What needs to be done: Across these entries, how many lines contain the word "function"? Answer with only the number.

Information given:
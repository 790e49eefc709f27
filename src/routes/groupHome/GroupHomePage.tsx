import { useQuery } from '@tanstack/react-query';
import { Plus, Users } from 'lucide-react';
import { useState } from 'react';
import { Link, generatePath, useNavigate } from 'react-router-dom';
import type { Membership } from '../../../shared/account.ts';
import { Button, ButtonLink } from '../../components/Button.tsx';
import { EmptyState } from '../../components/EmptyState.tsx';
import { Page } from '../../components/Page.tsx';
import { QueryGate } from '../../components/QueryGate.tsx';
import { cardListQuery } from '../../features/cards/api/cards.ts';
import { CardTable } from '../../features/cards/components/CardTable.tsx';
import { materialListQuery } from '../../features/materials/api/materialList.ts';
import { runListQuery } from '../../features/runList/api/runList.ts';
import { RunTable } from '../../features/runList/components/RunTable.tsx';
import { GroupGate } from '../../features/session/components/GroupGate.tsx';
import { mayEdit } from '../../features/session/hooks/useSession.ts';
import { stackListQuery } from '../../features/stackList/api/stackList.ts';
import { NewStackForm } from '../../features/stackList/components/NewStackForm.tsx';
import { StackTable } from '../../features/stackList/components/StackTable.tsx';
import { paths } from '../../lib/paths.ts';

const runsShown = 6;
const none: never[] = [];

/** The stacks of a group and its newest runs. */
export function GroupHomePage() {
  // The key gives each group a page of its own: an open form does not follow into another group.
  return <GroupGate>{(group) => <GroupHome key={group.groupId} group={group} />}</GroupGate>;
}

function GroupHome({ group }: { group: Membership }) {
  const { groupId } = group;
  const editable = mayEdit(group);
  const navigate = useNavigate();
  const [creating, setCreating] = useState(false);
  const stacks = useQuery(stackListQuery(groupId));
  const materials = useQuery(materialListQuery(groupId));
  const library = materials.data?.materials ?? none;

  return (
    <Page
      title={group.groupName}
      subtitle={<GroupLine group={group} />}
      actions={
        <>
          <ButtonLink
            to={generatePath(paths.people, { groupId })}
            icon={<Users aria-hidden="true" className="size-4" />}
          >
            People and links
          </ButtonLink>
          {editable && !creating ? (
            <Button
              tone="primary"
              icon={<Plus aria-hidden="true" className="size-4" />}
              onClick={() => setCreating(true)}
            >
              New stack
            </Button>
          ) : null}
        </>
      }
    >
      {creating ? (
        <NewStackForm
          groupId={groupId}
          materials={library}
          onCancel={() => setCreating(false)}
          onCreated={(stack) => void navigate(generatePath(paths.stack, { stackId: stack.id }))}
        />
      ) : null}
      <section aria-labelledby="stacks-heading" className="mb-8">
        <h2 id="stacks-heading" className="mb-2 text-lead">
          Stacks
        </h2>
        <QueryGate query={stacks} what="stacks">
          {(data) => (
            <div className={data.stacks.length > 0 ? 'card' : ''}>
              <StackTable
                groupId={groupId}
                stacks={data.stacks}
                materials={library}
                mayEdit={editable}
                empty={
                  <EmptyState title="No stacks yet">
                    {editable
                      ? 'A stack is a film on its substrate, layer by layer. Make the first with “New stack”.'
                      : 'Owners and editors of the group make stacks; they appear here.'}
                  </EmptyState>
                }
              />
            </div>
          )}
        </QueryGate>
      </section>
      <NewestRuns groupId={groupId} editable={editable} />
      <Cards groupId={groupId} />
    </Page>
  );
}

function GroupLine({ group }: { group: Membership }) {
  const kind = group.isDemo
    ? 'Demo group of invented people. '
    : group.isPersonal
      ? 'Your personal group. '
      : '';
  const may = {
    owner: 'You are an owner: you may change everything and decide who takes part.',
    editor: 'You are an editor: you may change stacks, runs and links.',
    viewer: 'You are a viewer: you may look at everything and change nothing.',
  }[group.role];
  return kind + may;
}

function NewestRuns({ groupId, editable }: { groupId: string; editable: boolean }) {
  const runs = useQuery(runListQuery(groupId));
  const all = runs.data?.runs ?? none;
  return (
    <section aria-labelledby="runs-heading">
      <div className="mb-2 flex items-baseline justify-between gap-4">
        <h2 id="runs-heading" className="text-lead">
          Newest runs
        </h2>
        {all.length > runsShown ? (
          <Link to={generatePath(paths.runs, { groupId })} className="prose-link">
            All {all.length} runs
          </Link>
        ) : null}
      </div>
      <QueryGate query={runs} what="runs">
        {(data) => (
          <div className={data.runs.length > 0 ? 'card' : ''}>
            <RunTable
              groupId={groupId}
              runs={data.runs.slice(0, runsShown)}
              mayEdit={editable}
              empty={
                <EmptyState title="No runs yet">
                  A run is a sweep that is kept: open a stack, choose what to sweep, and press “Keep as run”.
                </EmptyState>
              }
            />
          </div>
        )}
      </QueryGate>
    </section>
  );
}

/** Growth cards, once there are some: a card is made from a stack or a design. */
function Cards({ groupId }: { groupId: string }) {
  const { data } = useQuery(cardListQuery(groupId));
  if (!data || data.cards.length === 0) return null;
  return (
    <section aria-labelledby="cards-heading" className="mt-8">
      <h2 id="cards-heading" className="mb-2 text-lead">
        Growth cards
      </h2>
      <div className="card">
        <CardTable cards={data.cards} />
      </div>
    </section>
  );
}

Expected answer: 5